»»

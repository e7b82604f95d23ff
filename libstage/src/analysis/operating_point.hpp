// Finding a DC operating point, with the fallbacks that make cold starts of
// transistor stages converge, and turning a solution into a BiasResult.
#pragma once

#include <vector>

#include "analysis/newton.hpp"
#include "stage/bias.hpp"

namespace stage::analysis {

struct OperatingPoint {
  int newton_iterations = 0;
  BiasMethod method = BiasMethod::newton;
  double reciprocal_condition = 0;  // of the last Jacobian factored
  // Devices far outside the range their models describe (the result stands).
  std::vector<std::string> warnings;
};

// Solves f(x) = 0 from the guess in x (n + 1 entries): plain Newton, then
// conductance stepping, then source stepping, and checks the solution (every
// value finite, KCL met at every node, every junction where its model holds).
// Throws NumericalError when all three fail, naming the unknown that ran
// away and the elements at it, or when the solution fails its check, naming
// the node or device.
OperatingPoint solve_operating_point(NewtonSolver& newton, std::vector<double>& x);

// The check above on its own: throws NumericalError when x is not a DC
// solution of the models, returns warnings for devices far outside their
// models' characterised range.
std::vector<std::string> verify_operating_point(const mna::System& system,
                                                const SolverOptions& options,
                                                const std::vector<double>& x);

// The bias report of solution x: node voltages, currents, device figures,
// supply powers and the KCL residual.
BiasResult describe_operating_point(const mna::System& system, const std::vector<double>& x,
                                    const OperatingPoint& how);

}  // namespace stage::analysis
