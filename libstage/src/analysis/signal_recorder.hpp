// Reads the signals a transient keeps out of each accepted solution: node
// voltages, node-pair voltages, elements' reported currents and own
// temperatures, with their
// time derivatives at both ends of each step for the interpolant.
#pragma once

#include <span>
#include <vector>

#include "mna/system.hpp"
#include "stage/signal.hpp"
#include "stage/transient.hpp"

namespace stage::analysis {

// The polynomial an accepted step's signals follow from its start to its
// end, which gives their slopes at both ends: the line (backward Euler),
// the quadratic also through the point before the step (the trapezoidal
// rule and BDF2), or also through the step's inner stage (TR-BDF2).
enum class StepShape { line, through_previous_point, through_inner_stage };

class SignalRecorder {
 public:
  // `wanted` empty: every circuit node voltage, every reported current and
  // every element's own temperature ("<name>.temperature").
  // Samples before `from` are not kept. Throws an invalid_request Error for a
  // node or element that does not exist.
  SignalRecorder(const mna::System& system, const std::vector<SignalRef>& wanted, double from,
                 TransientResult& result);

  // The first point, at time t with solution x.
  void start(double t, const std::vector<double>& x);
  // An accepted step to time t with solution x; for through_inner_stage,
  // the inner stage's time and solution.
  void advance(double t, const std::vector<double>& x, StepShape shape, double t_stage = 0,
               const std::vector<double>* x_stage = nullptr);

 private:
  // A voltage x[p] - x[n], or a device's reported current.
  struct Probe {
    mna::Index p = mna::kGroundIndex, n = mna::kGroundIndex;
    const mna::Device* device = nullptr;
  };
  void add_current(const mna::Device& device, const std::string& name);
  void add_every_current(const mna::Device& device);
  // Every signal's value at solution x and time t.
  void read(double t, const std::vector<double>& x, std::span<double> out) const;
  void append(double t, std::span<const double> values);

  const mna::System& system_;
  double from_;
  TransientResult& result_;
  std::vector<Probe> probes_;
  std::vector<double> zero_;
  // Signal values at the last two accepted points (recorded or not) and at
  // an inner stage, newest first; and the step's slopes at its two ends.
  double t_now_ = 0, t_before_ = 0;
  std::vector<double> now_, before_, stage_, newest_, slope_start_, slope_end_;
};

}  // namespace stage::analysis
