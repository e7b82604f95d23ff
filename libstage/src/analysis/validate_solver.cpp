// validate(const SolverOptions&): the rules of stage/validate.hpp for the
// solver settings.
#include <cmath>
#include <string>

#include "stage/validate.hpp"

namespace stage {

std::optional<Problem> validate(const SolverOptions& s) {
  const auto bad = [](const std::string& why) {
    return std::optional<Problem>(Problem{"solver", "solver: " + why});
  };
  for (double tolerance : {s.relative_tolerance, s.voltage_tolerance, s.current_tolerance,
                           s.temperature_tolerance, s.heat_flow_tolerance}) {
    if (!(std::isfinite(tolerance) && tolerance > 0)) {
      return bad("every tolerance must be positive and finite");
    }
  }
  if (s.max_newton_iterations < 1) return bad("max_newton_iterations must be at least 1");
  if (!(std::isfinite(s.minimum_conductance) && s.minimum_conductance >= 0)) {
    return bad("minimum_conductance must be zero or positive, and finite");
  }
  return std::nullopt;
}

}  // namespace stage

««

Task prompt:
All lines from the beginning of the listing through the one with "BiasMethod method = BiasMethod::newton;" are to be restated word for word, and only those.

Exercise result:
repository e7b82604f95d23ff
filename libstage/src/analysis/operating_point.hpp
// Finding a DC operating point, with the fallbacks that make cold starts of
// transistor stages converge, and turning a solution into a BiasResult.
#pragma once

#include <vector>

#include "analysis/newton.hpp"
#include "stage/bias.hpp"

namespace stage::analysis {

struct OperatingPoint {
  int newton_iterations = 0;
  BiasMethod method = BiasMethod::newton;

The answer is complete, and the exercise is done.